1. Solve the equation \(\cos 6\theta = 0\), for \(0 < \theta < \pi\). [3]
2. By using de Moivre's theorem, show that $$\cos 6\theta \equiv (2\cos^2\theta - 1)(16\cos^4\theta - 16\cos^2\theta + 1).$$ [5]
3. Hence find the exact value of $$\cos\left(\frac{1}{12}\pi\right)\cos\left(\frac{5}{12}\pi\right)\cos\left(\frac{7}{12}\pi\right)\cos\left(\frac{11}{12}\pi\right),$$ justifying your answer. [5]

OCR FP3 2010 June Q3

9 marks Standard +0.8

In this question, \(w\) denotes the complex number \(\cos \frac{2\pi}{5} + i \sin \frac{2\pi}{5}\).

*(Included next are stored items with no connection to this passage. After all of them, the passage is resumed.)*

"""Substances: recorded with the molar mass that the formula gives, and superseded."""

from __future__ import annotations

from collections.abc import Sequence
from decimal import Decimal

from django.db import transaction

from analysis.substance import molar_mass
from labrecords.errors import Refused, refuse_if
from labrecords.models import Substance, User
from labrecords.rules.review import objections_to_reason
from labrecords.rules.substance import (
    objections_to_recording_substance,
    objections_to_superseding_substance,
)
from labrecords.services import audit
from labrecords.services.number import reserve_name


@transaction.atomic(durable=True)
def record_substance(
    *, by: User, name: str, formula: str, hazards: Sequence[str] = (), density: Decimal | None = None
) -> Substance:
    """Record a substance; its molar mass comes from the formula and the named edition of atomic weights."""
    substance = _computed(name, formula=formula, hazards=hazards, density=density)
    reserve_name("substance", name)
    refuse_if(objections_to_recording_substance(substance, by=by))
    with audit.event("substance.record", by=by, subject=name):
        substance.save()
    return substance


@transaction.atomic(durable=True)
def supersede_substance(
    substance: Substance, *, by: User, name: str, formula: str, hazards: Sequence[str],
    density: Decimal | None,
    reason: str,
) -> Substance:  # fmt: skip
    """Replace a substance by a new entry; the old one stays with what rests on it."""
    substance = _locked(substance)
    successor = _computed(name, formula=formula, hazards=hazards, density=density)
    reserve_name("substance", name)
    refuse_if(
        [
            *objections_to_superseding_substance(substance, by=by),
            *objections_to_recording_substance(successor, by=by),
            *objections_to_reason(reason, what="the substance is superseded"),
        ]
    )
    with audit.event("substance.supersede", by=by, subject=substance.name, reason=reason):
        successor.save()
        substance.superseded_by = successor
        substance.save(update_fields=["superseded_by"])
    return successor


def _locked(substance: Substance) -> Substance:
    found = Substance.objects.select_for_update(of=("self",)).select_related("superseded_by")
    return found.get(pk=substance.pk)


def _computed(name: str, *, formula: str, hazards: Sequence[str], density: Decimal | None) -> Substance:
    try:
        mass = molar_mass(formula)
    except ValueError as problem:
        raise Refused([str(problem)]) from problem
    return Substance(
        name=name, formula=formula, molar_mass=mass.value, molar_mass_u=mass.standard_uncertainty,
        atomic_weights_edition=mass.edition, hazards=list(hazards), density=density,
    )  # fmt: skip
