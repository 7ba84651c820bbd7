"""The audit event that every change is made under."""

from __future__ import annotations

from collections.abc import Iterator
from contextlib import contextmanager
from dataclasses import dataclass
from datetime import datetime

from django.db import connection

from labrecords.models import User


@dataclass(frozen=True, slots=True)
class Event:
    """An open event; ``at`` is the database's own clock when it was opened."""

    id: int
    at: datetime


@contextmanager
def event(action: str, *, by: User, subject: str = "", reason: str = "") -> Iterator[Event]:
    """Open an audit event inside the service's transaction and close it afterwards.

    The row triggers write every change of a record under the open event and refuse changes without one,
    so a service wraps all its writes in this block. ``action`` is "noun.verb", ``subject`` the record's number.
    """
    with connection.cursor() as cursor:
        cursor.execute(
            "INSERT INTO labrecords_auditevent (actor_id, actor_name, action, subject, reason)"
            " VALUES (%s, %s, %s, %s, %s) RETURNING id, occurred_at",
            [by.pk, by.full_name, action, subject, reason],
        )
        number, at = cursor.fetchone()
        yield Event(id=number, at=at)
        cursor.execute("SELECT set_config('labrecords.event', '', true)")
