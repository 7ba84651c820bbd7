"""Sealing the trail: events get their place in the tree, checkpoints are marked and anchored outside the database."""

from __future__ import annotations

import os

from django.conf import settings
from django.db import connection, transaction
from django.utils import timezone

from labrecords.models import AuditCheckpoint, AuditLeaf
from labrecords.queries.seal import leaf_hash, leaves, mark, root_hash, unsealed_events

LOCK = 7_301_104  # of this work, so that a second sealer waits outside
MOST_EVENTS = 20_000


@transaction.atomic(durable=True)
def seal_trail() -> AuditCheckpoint | None:
    """Give every event without a place the next one and write a marked checkpoint; None when nothing is new.

    Only one sealer works at a time; another returns at once. The anchor line is written after the checkpoint is safe.
    """
    with connection.cursor() as cursor:
        cursor.execute("SELECT pg_try_advisory_xact_lock(%s)", [LOCK])
        if not cursor.fetchone()[0]:
            return None
    events = list(unsealed_events(limit=MOST_EVENTS))
    if not events:
        return None
    size = AuditLeaf.objects.count()
    AuditLeaf.objects.bulk_create(
        AuditLeaf(position=size + offset, event=event, leaf_hash=leaf_hash(event))
        for offset, event in enumerate(events)
    )
    known = list(leaves())
    root, now = root_hash(known), timezone.now()
    checkpoint = AuditCheckpoint.objects.create(
        tree_size=len(known), root_hash=root, mark=mark(len(known), root, now), written_at=now
    )
    transaction.on_commit(lambda: anchor(checkpoint))
    return checkpoint


def anchor(checkpoint: AuditCheckpoint) -> None:
    """Append the checkpoint to the anchor file: size, root, time and mark on one line."""
    line = " ".join(
        [
            str(checkpoint.tree_size),
            bytes(checkpoint.root_hash).hex(),
            checkpoint.written_at.isoformat(),
            bytes(checkpoint.mark).hex(),
        ]
    )
    settings.ANCHOR_FILE.parent.mkdir(parents=True, exist_ok=True)
    handle = os.open(settings.ANCHOR_FILE, os.O_WRONLY | os.O_APPEND | os.O_CREAT, 0o640)
    try:
        os.write(handle, f"{line}\n".encode())
        os.fsync(handle)
    finally:
        os.close(handle)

1. Express \(w^2\), \(w^3\) and \(w^4\) in polar form, with arguments in the interval \(0 \leq \theta < 2\pi\). [4]
2. The points in an Argand diagram which represent the numbers $$1, \quad 1 + w, \quad 1 + w + w^2, \quad 1 + w + w^2 + w^3, \quad 1 + w + w^2 + w^3 + w^4$$ are denoted by \(A\), \(B\), \(C\), \(D\), \(E\) respectively. Sketch the Argand diagram to show these points and join them in the order stated. (Your diagram need not be exactly to scale, but it should show the important features.) [4]
3. Write down a polynomial equation of degree 5 which is satisfied by \(w\). [1]

OCR FP3 2011 June Q8

11 marks Challenging +1.2

1. Use de Moivre's theorem to express \(\cos 4\theta\) as a polynomial in \(\cos \theta\). [4]
2. Hence prove that \(\cos 4\theta \cos 2\theta \equiv 16 \cos^6 \theta - 24 \cos^4 \theta + 10 \cos^2 \theta - 1\). [1]
3. Use part (ii) to show that the only roots of the equation \(\cos 4\theta \cos 2\theta = 1\) are \(\theta = n\pi\), where \(n\) is an integer. [3]
4. Show that \(\cos 4\theta \cos 2\theta = -1\) only when \(\cos \theta = 0\). [3]